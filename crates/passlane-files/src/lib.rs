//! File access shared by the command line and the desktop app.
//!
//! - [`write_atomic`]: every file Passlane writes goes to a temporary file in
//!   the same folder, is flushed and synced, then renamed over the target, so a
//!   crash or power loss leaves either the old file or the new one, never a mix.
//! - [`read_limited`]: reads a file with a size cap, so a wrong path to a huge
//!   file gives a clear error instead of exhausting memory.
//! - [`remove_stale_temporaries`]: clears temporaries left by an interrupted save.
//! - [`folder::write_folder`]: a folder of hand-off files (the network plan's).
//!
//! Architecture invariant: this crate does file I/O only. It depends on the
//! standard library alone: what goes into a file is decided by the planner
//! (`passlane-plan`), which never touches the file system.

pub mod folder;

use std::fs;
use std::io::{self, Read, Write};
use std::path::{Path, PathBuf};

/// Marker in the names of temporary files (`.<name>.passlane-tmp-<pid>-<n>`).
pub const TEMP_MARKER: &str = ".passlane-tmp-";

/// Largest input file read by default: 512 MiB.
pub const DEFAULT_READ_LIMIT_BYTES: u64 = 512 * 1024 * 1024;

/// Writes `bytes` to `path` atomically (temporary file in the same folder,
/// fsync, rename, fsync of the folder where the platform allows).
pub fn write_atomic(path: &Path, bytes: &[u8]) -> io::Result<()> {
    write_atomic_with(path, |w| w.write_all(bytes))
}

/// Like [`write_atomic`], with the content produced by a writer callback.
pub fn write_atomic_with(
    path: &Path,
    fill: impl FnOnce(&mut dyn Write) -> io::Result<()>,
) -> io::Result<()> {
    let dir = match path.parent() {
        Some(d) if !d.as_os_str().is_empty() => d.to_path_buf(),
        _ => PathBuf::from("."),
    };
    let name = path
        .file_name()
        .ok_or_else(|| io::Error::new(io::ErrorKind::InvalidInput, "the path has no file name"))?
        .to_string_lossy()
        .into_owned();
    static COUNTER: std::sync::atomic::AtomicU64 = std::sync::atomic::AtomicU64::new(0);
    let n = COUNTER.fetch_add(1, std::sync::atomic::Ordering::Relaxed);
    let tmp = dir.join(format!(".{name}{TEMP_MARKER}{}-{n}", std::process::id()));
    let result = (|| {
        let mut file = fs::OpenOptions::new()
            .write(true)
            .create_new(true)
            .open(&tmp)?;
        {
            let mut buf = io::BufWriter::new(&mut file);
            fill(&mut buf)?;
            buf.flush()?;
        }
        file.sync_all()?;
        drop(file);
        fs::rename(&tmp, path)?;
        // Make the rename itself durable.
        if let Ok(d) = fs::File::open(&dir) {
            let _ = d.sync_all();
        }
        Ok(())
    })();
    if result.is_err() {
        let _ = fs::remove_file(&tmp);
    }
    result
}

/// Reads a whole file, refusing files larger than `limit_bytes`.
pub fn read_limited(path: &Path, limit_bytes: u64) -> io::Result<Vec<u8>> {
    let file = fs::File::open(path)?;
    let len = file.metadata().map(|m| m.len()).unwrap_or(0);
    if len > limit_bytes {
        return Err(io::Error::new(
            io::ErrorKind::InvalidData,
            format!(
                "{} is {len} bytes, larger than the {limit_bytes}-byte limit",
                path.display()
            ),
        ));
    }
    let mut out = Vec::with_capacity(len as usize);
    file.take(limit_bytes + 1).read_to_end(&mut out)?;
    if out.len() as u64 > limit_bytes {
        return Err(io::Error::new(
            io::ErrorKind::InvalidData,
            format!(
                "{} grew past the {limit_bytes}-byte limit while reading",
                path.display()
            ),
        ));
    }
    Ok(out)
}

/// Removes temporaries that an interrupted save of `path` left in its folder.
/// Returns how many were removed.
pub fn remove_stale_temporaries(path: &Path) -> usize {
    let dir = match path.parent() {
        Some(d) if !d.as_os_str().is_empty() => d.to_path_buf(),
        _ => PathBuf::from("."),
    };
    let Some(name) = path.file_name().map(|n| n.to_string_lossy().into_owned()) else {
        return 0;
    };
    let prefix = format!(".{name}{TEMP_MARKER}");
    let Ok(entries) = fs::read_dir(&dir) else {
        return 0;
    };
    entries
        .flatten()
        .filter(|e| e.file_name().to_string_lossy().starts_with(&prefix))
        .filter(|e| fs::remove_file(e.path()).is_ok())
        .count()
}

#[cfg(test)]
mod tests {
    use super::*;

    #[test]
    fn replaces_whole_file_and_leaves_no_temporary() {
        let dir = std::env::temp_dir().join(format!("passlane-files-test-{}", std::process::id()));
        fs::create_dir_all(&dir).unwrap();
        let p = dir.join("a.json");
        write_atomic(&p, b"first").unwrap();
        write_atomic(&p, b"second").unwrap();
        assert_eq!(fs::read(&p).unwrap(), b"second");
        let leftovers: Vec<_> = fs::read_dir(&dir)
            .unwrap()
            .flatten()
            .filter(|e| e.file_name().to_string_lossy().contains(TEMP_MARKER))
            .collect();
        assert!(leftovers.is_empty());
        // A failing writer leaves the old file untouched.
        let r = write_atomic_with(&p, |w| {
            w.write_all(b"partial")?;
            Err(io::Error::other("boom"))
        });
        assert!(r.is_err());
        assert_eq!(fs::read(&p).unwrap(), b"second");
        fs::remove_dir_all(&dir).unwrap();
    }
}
_ _ _
Among the records above, find the lines where the word "const" appears and copy them.

- _SOLVED PROBLEM_
pub const TEMP_MARKER: &str = ".passlane-tmp-";
pub const DEFAULT_READ_LIMIT_BYTES: u64 = 512 * 1024 * 1024;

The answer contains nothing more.